** Listed entries follows **

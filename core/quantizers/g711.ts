// ITU-T G.711 mu-law and A-law, bit-exact and table driven.
//
// Linear side: 16-bit integers, the G.711 uniform value shifted left by 2
// (mu-law, 14-bit) or 3 (A-law, 13-bit). Code side: the 8-bit character as
// sent on the line (mu-law with all bits inverted, A-law with the even bits
// inverted; G.711 sections 2 and 3, from memory).
//
// Convention for inputs exactly on a decision value: the sample takes the
// code above it on the signed line (toward +infinity). Every code therefore
// covers a half-open interval [lower, upper) of the signed line, the same
// partition that table() hands to theory code. For positive inputs that is
// the larger magnitude; for negative inputs the smaller one. The npm package
// alawmulaw mirrors positive behaviour onto negatives (larger magnitude), so
// the two differ exactly on negative inputs sitting on a decision value:
// 127 int16 inputs per law.
//
// Float samples map to int16 by floor(x * 32768), clamped to -32768..32767.
// Floor (not round) because every G.711 decision value is an integer on the
// 16-bit scale: with floor the float quantizer's decision values are exactly
// the standard's, divided by 32768, and it agrees with the integer codec on
// every int16 input n / 32768.

import type { Quantizer, QuantizedSample, QuantizerTable } from './types';

/** Segment (chord) end points, mu-law, 14-bit magnitudes (G.711 Table 2, from memory). */
export const MU_LAW_SEGMENT_ENDS: readonly number[] = Object.freeze([
  31, 95, 223, 479, 991, 2015, 4063, 8159,
]);
/** Segment (chord) end points, A-law, 13-bit magnitudes (G.711 Table 1, from memory). */
export const A_LAW_SEGMENT_ENDS: readonly number[] = Object.freeze([32, 64, 128, 256, 512, 1024, 2048, 4096]);
/** Step size inside each chord, in the same units as the end points. */
const MU_LAW_STEPS = [2, 4, 8, 16, 32, 64, 128, 256];
const A_LAW_STEPS = [2, 2, 4, 8, 16, 32, 64, 128];

/** Overload points on the float scale (int16 / 32768). */
export const MU_LAW_OVERLOAD = (8159 * 4) / 32768;
export const A_LAW_OVERLOAD = 1.0;
/** Theoretical load capacities, dBm0 (G.711, from memory). */
export const MU_LAW_LOAD_CAPACITY_DBM0 = 3.17;
export const A_LAW_LOAD_CAPACITY_DBM0 = 3.14;
/** Character sent instead of 0x00 by mu-law all-zero suppression (G.711 section 3.2, from memory). */
export const MU_LAW_ZERO_SUPPRESSION_CODE = 0x02;

const MU_SCALE = 4; // 14-bit -> 16-bit
const A_SCALE = 8; // 13-bit -> 16-bit

/**
 * Per magnitude index k = 16 * chord + step (0..127): the lower decision
 * value and the quantized value, 16-bit units. Built from the chord end
 * points and step sizes: each chord holds 16 equal steps ending at its end
 * point, and the quantized value is the step's midpoint. For mu-law the
 * first step of chord 0 starts at -1, so its midpoint is the zero level
 * shared by +0 and -0.
 */
function magnitudeLevels(
  ends: readonly number[],
  steps: readonly number[],
  scale: number,
): { lower: Int32Array; value: Int32Array } {
  const lower = new Int32Array(128);
  const value = new Int32Array(128);
  for (let chord = 0; chord < 8; chord++) {
    const step = steps[chord];
    const start = ends[chord] - 16 * step;
    for (let s = 0; s < 16; s++) {
      const k = chord * 16 + s;
      const lo = start + s * step;
      lower[k] = Math.max(lo, 0) * scale;
      value[k] = (lo + step / 2) * scale;
    }
  }
  return { lower, value };
}

const MU = magnitudeLevels(MU_LAW_SEGMENT_ENDS, MU_LAW_STEPS, MU_SCALE);
const A = magnitudeLevels(A_LAW_SEGMENT_ENDS, A_LAW_STEPS, A_SCALE);

// Line characters for magnitude index k and sign.
const muChar = (k: number, negative: boolean): number => (negative ? 0x80 | k : k) ^ 0xff;
const aChar = (k: number, negative: boolean): number => (negative ? k : 0x80 | k) ^ 0x55;

/**
 * Full encode table, indexed by (n & 0xffff) for int16 n. A positive n takes
 * the largest k with lower[k] <= n; a negative n of magnitude m the largest k
 * with lower[k] < m (ties toward +infinity, see the header).
 */
function buildEncodeTable(lower: Int32Array, char: (k: number, negative: boolean) => number): Uint8Array {
  const table = new Uint8Array(65536);
  let k = 0;
  for (let n = 0; n <= 32767; n++) {
    while (k < 127 && lower[k + 1] <= n) k++;
    table[n] = char(k, false);
  }
  k = 0;
  for (let m = 1; m <= 32768; m++) {
    while (k < 127 && lower[k + 1] < m) k++;
    table[-m & 0xffff] = char(k, true);
  }
  return table;
}

function buildDecodeTable(value: Int32Array, char: (k: number, negative: boolean) => number): Int16Array {
  const table = new Int16Array(256);
  for (let k = 0; k < 128; k++) {
    table[char(k, false)] = value[k];
    table[char(k, true)] = -value[k];
  }
  return table;
}

const MU_ENCODE = buildEncodeTable(MU.lower, muChar);
const A_ENCODE = buildEncodeTable(A.lower, aChar);
const MU_ENCODE_ZS = MU_ENCODE.map((c) => (c === 0 ? MU_LAW_ZERO_SUPPRESSION_CODE : c));
const MU_DECODE = buildDecodeTable(MU.value, muChar);
const A_DECODE = buildDecodeTable(A.value, aChar);
const MU_DECODE_FLOAT = Float64Array.from(MU_DECODE, (v) => v / 32768);
const A_DECODE_FLOAT = Float64Array.from(A_DECODE, (v) => v / 32768);

/** Clamp to int16 and floor; NaN maps to 0. */
function toInt16(x: number): number {
  if (x >= 32767) return 32767;
  if (x <= -32768) return -32768;
  return Math.floor(x) | 0;
}

// --- sample functions (int16 <-> line character) ---------------------------

/** 16-bit linear -> mu-law line character. Non-integers are floored, out-of-range clamped. */
export function linearToMuLaw(x: number, zeroSuppression = false): number {
  return (zeroSuppression ? MU_ENCODE_ZS : MU_ENCODE)[toInt16(x) & 0xffff];
}

export function muLawToLinear(code: number): number {
  return MU_DECODE[code & 0xff];
}

/** 16-bit linear -> A-law line character. Non-integers are floored, out-of-range clamped. */
export function linearToALaw(x: number): number {
  return A_ENCODE[toInt16(x) & 0xffff];
}

export function aLawToLinear(code: number): number {
  return A_DECODE[code & 0xff];
}

/** Chord 0..7 of a mu-law line character. */
export function muLawSegment(code: number): number {
  return (~code >> 4) & 7;
}

/** Chord 0..7 of an A-law line character. */
export function aLawSegment(code: number): number {
  return ((code ^ 0x55) >> 4) & 7;
}

// --- block functions --------------------------------------------------------

export function encodeMuLawBlock(
  input: Int16Array,
  out: Uint8Array = new Uint8Array(input.length),
  zeroSuppression = false,
): Uint8Array {
  const t = zeroSuppression ? MU_ENCODE_ZS : MU_ENCODE;
  const n = input.length;
  for (let i = 0; i < n; i++) out[i] = t[input[i] & 0xffff];
  return out;
}

export function decodeMuLawBlock(
  codes: Uint8Array,
  out: Int16Array = new Int16Array(codes.length),
): Int16Array {
  const t = MU_DECODE;
  const n = codes.length;
  for (let i = 0; i < n; i++) out[i] = t[codes[i]];
  return out;
}

export function encodeALawBlock(
  input: Int16Array,
  out: Uint8Array = new Uint8Array(input.length),
): Uint8Array {
  const t = A_ENCODE;
  const n = input.length;
  for (let i = 0; i < n; i++) out[i] = t[input[i] & 0xffff];
  return out;
}

export function decodeALawBlock(
  codes: Uint8Array,
  out: Int16Array = new Int16Array(codes.length),
): Int16Array {
  const t = A_DECODE;
  const n = codes.length;
  for (let i = 0; i < n; i++) out[i] = t[codes[i]];
  return out;
}

// --- float quantizers -------------------------------------------------------

/**
 * Decision and output values on the float scale, one entry per distinct
 * level. Mu-law +0 and -0 both decode to 0, so they form one level covering
 * [-4, 4) / 32768; the table has 255 levels (A-law: 256, no zero level).
 * With zero suppression the lowest interval (below decision value 127,
 * -7903 in 14-bit units) outputs -7519 instead of -8031, so there
 * outputs[0] > outputs[1]: the one place where outputs are not ascending,
 * because the suppressed quantizer is not monotone there.
 */
function buildTable(
  lower: Int32Array,
  value: Int32Array,
  hasZeroLevel: boolean,
  lowestOutput: number,
): QuantizerTable {
  const decisions: number[] = [];
  const outputs: number[] = [];
  for (let k = 127; k >= 1; k--) {
    outputs.push(-value[k]);
    decisions.push(-lower[k]);
  }
  if (hasZeroLevel) {
    outputs.push(0);
  } else {
    outputs.push(-value[0]);
    decisions.push(0);
    outputs.push(value[0]);
  }
  for (let k = 1; k < 128; k++) {
    decisions.push(lower[k]);
    outputs.push(value[k]);
  }
  outputs[0] = lowestOutput;
  return {
    decisions: Float64Array.from(decisions, (v) => v / 32768),
    outputs: Float64Array.from(outputs, (v) => v / 32768),
  };
}

function edges(ends: readonly number[], scale: number): Float64Array {
  return Float64Array.from([0, ...ends], (v) => (v * scale) / 32768);
}

interface G711Params {
  kind: 'g711-mu' | 'g711-a';
  label: string;
  overloadPoint: number;
  loadCapacityDbm0: number;
  segmentEdges: Float64Array;
  encodeTable: Uint8Array;
  decodeFloat: Float64Array;
  segmentOfCode: (code: number) => number;
  makeTable: () => QuantizerTable;
}

function makeG711Quantizer(p: G711Params): Quantizer {
  const enc = p.encodeTable;
  const dec = p.decodeFloat;
  const over = p.overloadPoint;
  // Chord per line character, so the hot path is lookups only.
  const seg = new Uint8Array(256);
  for (let c = 0; c < 256; c++) seg[c] = p.segmentOfCode(c);
  let cachedTable: QuantizerTable | undefined;

  const codeOf = (x: number): number => {
    const s = x * 32768;
    const n = s >= 32767 ? 32767 : s <= -32768 ? -32768 : Math.floor(s) | 0;
    return enc[n & 0xffff];
  };

  return {
    kind: p.kind,
    label: p.label,
    bits: 8,
    overloadPoint: over,
    loadCapacityDbm0: p.loadCapacityDbm0,
    segmentCount: 8,
    segmentEdges: p.segmentEdges,
    quantize: (x) => dec[codeOf(x)],
    encode: codeOf,
    decode: (code) => dec[code & 0xff],
    segmentOf: (x) => seg[codeOf(x)],
    quantizeSample(x, out) {
      const code = codeOf(x);
      const r: QuantizedSample = out ?? { value: 0, code: 0, segment: 0, overload: false };
      r.value = dec[code];
      r.code = code;
      r.segment = seg[code];
      r.overload = x > over || x < -over;
      return r;
    },
    quantizeBlock(input, output, codes, segments) {
      const n = input.length;
      let overloads = 0;
      if (codes === undefined && segments === undefined) {
        // The common case (audio path): no per-sample branches on optional outputs.
        for (let i = 0; i < n; i++) {
          const x = input[i];
          const s = x * 32768;
          const v = s >= 32767 ? 32767 : s <= -32768 ? -32768 : Math.floor(s) | 0;
          output[i] = dec[enc[v & 0xffff]];
          if (x > over || x < -over) overloads++;
        }
        return overloads;
      }
      for (let i = 0; i < n; i++) {
        const x = input[i];
        const s = x * 32768;
        const v = s >= 32767 ? 32767 : s <= -32768 ? -32768 : Math.floor(s) | 0;
        const code = enc[v & 0xffff];
        output[i] = dec[code];
        if (codes !== undefined) codes[i] = code;
        if (segments !== undefined) segments[i] = seg[code];
        if (x > over || x < -over) overloads++;
      }
      return overloads;
    },
    table() {
      if (cachedTable === undefined) cachedTable = p.makeTable();
      return cachedTable;
    },
  };
}

/** G.711 mu-law on float samples; see the header for the float <-> int16 rule. */
export function createG711MuQuantizer(opts: { zeroSuppression?: boolean } = {}): Quantizer {
  const zs = opts.zeroSuppression === true;
  return makeG711Quantizer({
    kind: 'g711-mu',
    label: zs ? 'g711-mu,zs' : 'g711-mu',
    overloadPoint: MU_LAW_OVERLOAD,
    loadCapacityDbm0: MU_LAW_LOAD_CAPACITY_DBM0,
    segmentEdges: edges(MU_LAW_SEGMENT_ENDS, MU_SCALE),
    encodeTable: zs ? MU_ENCODE_ZS : MU_ENCODE,
    decodeFloat: MU_DECODE_FLOAT,
    segmentOfCode: muLawSegment,
    makeTable: () => buildTable(MU.lower, MU.value, true, -MU.value[zs ? 125 : 127]),
  });
}

/** G.711 A-law on float samples; see the header for the float <-> int16 rule. */
export function createG711AQuantizer(): Quantizer {
  return makeG711Quantizer({
    kind: 'g711-a',
    label: 'g711-a',
    overloadPoint: A_LAW_OVERLOAD,
    loadCapacityDbm0: A_LAW_LOAD_CAPACITY_DBM0,
    segmentEdges: edges(A_LAW_SEGMENT_ENDS, A_SCALE),
    encodeTable: A_ENCODE,
    decodeFloat: A_DECODE_FLOAT,
    segmentOfCode: aLawSegment,
    makeTable: () => buildTable(A.lower, A.value, false, -A.value[127]),
  });
}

** End of Listed entries **

## Requirement:
Repeat verbatim the opening run of entries, ending with the line that contains "inputs that is".

## Written answer:
filename core/quantizers/g711.ts
// ITU-T G.711 mu-law and A-law, bit-exact and table driven.
//
// Linear side: 16-bit integers, the G.711 uniform value shifted left by 2
// (mu-law, 14-bit) or 3 (A-law, 13-bit). Code side: the 8-bit character as
// sent on the line (mu-law with all bits inverted, A-law with the even bits
// inverted; G.711 sections 2 and 3, from memory).
//
// Convention for inputs exactly on a decision value: the sample takes the
// code above it on the signed line (toward +infinity). Every code therefore
// covers a half-open interval [lower, upper) of the signed line, the same
// partition that table() hands to theory code. For positive inputs that is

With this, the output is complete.